According to estimates by the U.N., children make up about 60 percent of the Rohingya refugees in Bangladesh.
Earlier this month, The New York Times spoke to Rajuma, a 20-year-old refugee in Bangladesh. Her village, Tula Toli, was burned down in August.
Myanmar's soldiers took all villagers to a river and separated women from men. All the men were executed. Then they approached Rajuma, who had her infant boy with her. The soldiers grabbed her baby out of her arms. She fought but was quickly overpowered. Then she watched the soldiers throw her baby into a fire. The infant burned to death. Then they hit Rajuma in the face with a club, and gang-raped her and her two sisters.
Al Jazeera reported last month that a 29-year-old woman, Ayesha Begum, a Rohingya refugee in Bangladesh, was brutally raped and her baby was kicked.

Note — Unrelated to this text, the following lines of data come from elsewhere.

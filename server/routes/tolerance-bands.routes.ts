import { Router } from 'express';
import { toleranceBandQuerySchema } from '@shared/schemas/tolerance.schema';
import { principalOf } from '../middleware/auth.middleware';
import { validate } from '../middleware/validate.middleware';
import type { RouteContext } from './context';

export function toleranceBandRoutes(ctx: RouteContext): Router {
  const router = Router();
  const { guard } = ctx;
  router.get(
    '/api/tolerance-bands',
    guard.authenticate,
    guard.authorize('tolerance:read'),
    validate({ query: toleranceBandQuerySchema }),
    async (req, res) => {
      res.json(await ctx.toleranceBands.list(principalOf(req), req.query as { ageGroupId?: string }));
    },
  );
  return router;
}
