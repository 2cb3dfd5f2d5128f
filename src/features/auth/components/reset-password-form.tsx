import { useForm } from 'react-hook-form';
import { zodResolver } from '@hookform/resolvers/zod';
import { passwordResetCompleteSchema, type PasswordResetCompleteInput } from '@shared/schemas/auth.schema';
import { Button } from '@/components/ui/button';
import { FormError, TextField } from '@/components/ui/field';
import { errorMessage } from '@/lib/api-client';
import { fieldIssues, placeFieldIssues } from '@/lib/form-errors';
import { useCompletePasswordReset } from '../api/complete-password-reset';
import { NEW_PASSWORD_HINT } from './password-hint';

interface ResetPasswordFormProps {
  token: string;
  email: string;
  /** Called just before sending, so the page knows the sign-in that follows is this one. */
  onSubmitting: (pending: boolean) => void;
}

export function ResetPasswordForm({ token, email, onSubmitting }: ResetPasswordFormProps) {
  const complete = useCompletePasswordReset(token);
  const {
    register,
    handleSubmit,
    setError,
    formState: { errors },
  } = useForm<PasswordResetCompleteInput>({
    resolver: zodResolver(passwordResetCompleteSchema),
    defaultValues: { password: '' },
  });
  const placed = complete.isError && fieldIssues(complete.error).length > 0;

  return (
    <form
      noValidate
      className="space-y-4"
      onSubmit={handleSubmit((values) => {
        onSubmitting(true);
        complete.mutate(values, {
          onError: (error) => {
            onSubmitting(false);
            placeFieldIssues(error, ['password'] as const, setError);
          },
        });
      })}
    >
      <TextField label="Email" value={email} readOnly disabled />
      <TextField
        label="New password"
        type="password"
        autoComplete="new-password"
        hint={NEW_PASSWORD_HINT}
        error={errors.password?.message}
        {...register('password')}
      />
      <FormError message={complete.isError && !placed ? errorMessage(complete.error) : null} />
      <Button type="submit" className="w-full" busy={complete.isPending}>
        Set the new password
      </Button>
    </form>
  );
}
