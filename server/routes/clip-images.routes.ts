import { pipeline } from 'node:stream/promises';
import { Router, type Request, type Response } from 'express';
import { principalOf } from '../middleware/auth.middleware';
import type { ClipImageKind } from '../services/clip-image.service';
import type { RouteContext } from './context';

async function sendImage(ctx: RouteContext, req: Request, res: Response, kind: ClipImageKind): Promise<void> {
  const { clip, key } = await ctx.clipImages.target(principalOf(req), req.params.id as string, kind);
  res.setHeader('Content-Type', 'image/jpeg');
  res.setHeader('Cache-Control', 'private, max-age=3600');
  res.setHeader('ETag', `"${clip.sha256}-${kind}"`);
  const body = await ctx.storage.getStream(key);
  await pipeline(body, res).catch((error: NodeJS.ErrnoException) => {
    if (error.code !== 'ERR_STREAM_PREMATURE_CLOSE')
      req.log?.warn({ err: error }, 'image stream ended early');
  });
}

/** Poster frame and thumbnail sprite; like media, reachable by an <img> with the signed ?token=. */
export function clipImageRoutes(ctx: RouteContext): Router {
  const router = Router();
  const { guard } = ctx;
  router.get('/api/clips/:id/poster', guard.authenticateMedia, guard.authorize('clip:read'), (req, res) =>
    sendImage(ctx, req, res, 'poster'),
  );
  router.get('/api/clips/:id/thumbnails', guard.authenticateMedia, guard.authorize('clip:read'), (req, res) =>
    sendImage(ctx, req, res, 'thumbnails'),
  );
  return router;
}
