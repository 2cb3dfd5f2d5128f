import { Router } from 'express';
import { z } from 'zod';
import {
  athleteListQuerySchema,
  createAthleteSchema,
  type CreateAthleteInput,
} from '@shared/schemas/athlete.schema';
import { principalOf } from '../middleware/auth.middleware';
import { validate } from '../middleware/validate.middleware';
import type { RouteContext } from './context';

export function athleteRoutes(ctx: RouteContext): Router {
  const router = Router();
  const { guard } = ctx;

  router.get('/api/age-groups', guard.authenticate, guard.authorize('age_group:read'), async (req, res) => {
    res.json(await ctx.athletes.listAgeGroups(principalOf(req)));
  });

  router.get(
    '/api/athletes',
    guard.authenticate,
    guard.authorize('athlete:read'),
    validate({ query: athleteListQuerySchema }),
    async (req, res) => {
      res.json(
        await ctx.athletes.list(principalOf(req), req.query as { search?: string; ageGroupId?: string }),
      );
    },
  );

  router.post(
    '/api/athletes',
    guard.authenticate,
    guard.authorize('athlete:create'),
    validate({ body: createAthleteSchema }),
    async (req, res) => {
      res.status(201).json(await ctx.athletes.create(principalOf(req), req.body as CreateAthleteInput));
    },
  );

  router.get('/api/athletes/:id', guard.authenticate, guard.authorize('athlete:read'), async (req, res) => {
    res.json(await ctx.athletes.get(principalOf(req), req.params.id as string));
  });

  router.delete(
    '/api/athletes/:id',
    guard.authenticate,
    guard.authorize('athlete:erase'),
    validate({ params: z.object({ id: z.string().uuid('Not an athlete id') }) }),
    async (req, res) => {
      res.json(await ctx.erasure.eraseAthlete(principalOf(req), req.params.id as string));
    },
  );

  router.get(
    '/api/athletes/:id/clips',
    guard.authenticate,
    guard.authorize('clip:read'),
    async (req, res) => {
      const principal = principalOf(req);
      const athlete = await ctx.athletes.findVisible(principal, req.params.id as string);
      res.json(await ctx.clips.list(principal, { athleteId: athlete.id }));
    },
  );

  return router;
}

Army troops stormed her village, Tami in Myanmar's Buthidaung Township, when she was eating dinner with her four sisters-in-law. Soldiers entered their home and forced the women into a room. They took Ayesha's baby from her arms and kicked him "like a football."
"Then they stripped the women naked. A soldier held a knife to her throat and began to rape her. Twelve soldiers took turns to rape the women over the course of what she believes was several hours."
Myanmar's military has been attacking Rohingyas in Rakhine state since Aug. 25, when the Arakan Rohingya Salvation Army, allegedly a "separatist" group, launched an attack on police posts and a military base there.
Muhammad Yunus, the 2006 Peace Prize laureate, recently sent a letter with the signatures of 12 Nobel laureates to the U.N. Security Council, urging it to take immediate action to stop the military attacks on civilians.
"The arguments that the Myanmar government is using to deny Rohingyas their citizenship are ludicrous," the letter said.
While Nobel Laureate Aung San Suu Kyi is the de facto leader of the country, the generals continue to control national security policy.
Elsewhere along Myanmar's borders, where ethnic rebel groups and government troops have been fighting, civilians from other ethnic and religious minorities have also been forced to flee for safety over the last few monhts.
Tens of thousands of Christians took refuge in Malaysia earlier this year.